▶ TASK INPUT
►

import { open, stat } from 'node:fs/promises';
import type { BrokerRefusal } from '@thermargin/shared';

/**
 * Mosquitto 2.0 says what it refused only in its log: a login as "Client <id> disconnected, not
 * authorised." (notice; `<unknown>` when the client gave no usable id, the line before then naming its
 * address in "Sending CONNACK to <address> (0, 5)"), a publish outside the client's ACL as "Denied
 * PUBLISH from <id> (d0, q1, r0, m1, '<topic>', ... (N bytes))" (debug). Each line starts with the
 * time in seconds since 1970 unless `log_timestamp` is off.
 */
const STAMPED = /^(\d+): (.*)$/;
const LOGIN = /^Client (\S+) disconnected, not authorised\.$/;
const CONNACK = /^Sending CONNACK to (\S+) \(\d+, \d+\)$/;
const DENIED = /^Denied PUBLISH from (\S+) \(d\d, q\d, r\d, m\d+, '(.*)', \.\.\. \(\d+ bytes\)\)$/;

/** The refusal one line of Mosquitto's log reports (the line before it names a refused login's address). */
export function mosquittoRefusal(line: string, before = '', now_ms = Date.now()): BrokerRefusal | undefined {
  const stamped = STAMPED.exec(line);
  const text = stamped ? stamped[2]! : line;
  const time_ms = stamped ? Number(stamped[1]) * 1000 : now_ms;
  const login = LOGIN.exec(text);
  if (login) {
    const id = login[1] === '<unknown>' ? '' : login[1]!;
    const from = id ? undefined : CONNACK.exec(STAMPED.exec(before)?.[2] ?? before)?.[1];
    const detail = `wrong user name or password${from ? ` (from ${from})` : ''}`;
    return { time_ms, client_id: id, username: '', reason: 'broker_login', topic: '', detail };
  }
  const denied = DENIED.exec(text);
  if (denied)
    // On the vehicles' listener the client id is the user name (use_username_as_clientid).
    return {
      time_ms,
      client_id: denied[1]!,
      username: denied[1]!,
      reason: 'broker_denied',
      topic: denied[2]!,
      detail: 'publish outside its topics',
    };
  return undefined;
}

const POLL_MS = 500;
/** bytes read per poll at most: a burst of log is caught up over a few polls, memory stays bounded. */
const CHUNK_BYTES = 4 * 1024 * 1024;

/**
 * Follows Mosquitto's log file from its current end (what was logged before is not counted again after
 * a restart) and tells `onRefused` of each refusal. A file truncated or replaced (log rotation) is read
 * again from its start; a file not there yet is waited for.
 */
export function followMosquittoLog(path: string, onRefused: (r: BrokerRefusal) => void) {
  let offset: number | undefined;
  let inode: number | undefined;
  let partial = '';
  let previous = '';
  let polling: Promise<void> = Promise.resolve();

  async function readNew(): Promise<void> {
    const s = await stat(path).catch(() => undefined);
    if (!s) {
      offset ??= 0; // created later: all of it is new
      return;
    }
    if (offset === undefined || s.ino !== inode || s.size < offset) {
      const first = offset === undefined;
      offset = first ? s.size : 0;
      inode = s.ino;
      partial = '';
      if (first) return;
    }
    if (s.size === offset) return;
    const length = Math.min(s.size - offset, CHUNK_BYTES);
    const file = await open(path, 'r');
    try {
      const { bytesRead, buffer } = await file.read(Buffer.alloc(length), 0, length, offset);
      offset += bytesRead;
      const lines = (partial + buffer.toString('utf8', 0, bytesRead)).split('\n');
      partial = lines.pop()!;
      for (const line of lines) {
        const r = mosquittoRefusal(line, previous);
        if (r) onRefused(r);
        previous = line;
      }
    } finally {
      await file.close();
    }
  }
  const poll = () => {
    polling = polling.then(readNew).catch(() => {});
    return polling;
  };
  void poll();
  const timer = setInterval(() => void poll(), POLL_MS);
  timer.unref();
  return {
    /** Reads what is there now (tests; the last lines before a stop). */
    poll,
    async close(): Promise<void> {
      clearInterval(timer);
      await poll();
    },
  };
}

◄

▶ INSTRUCTIONS FOR THE TASK
Go through the material line by line, tally each line containing "file", and give the total only.

▶ REPLY
6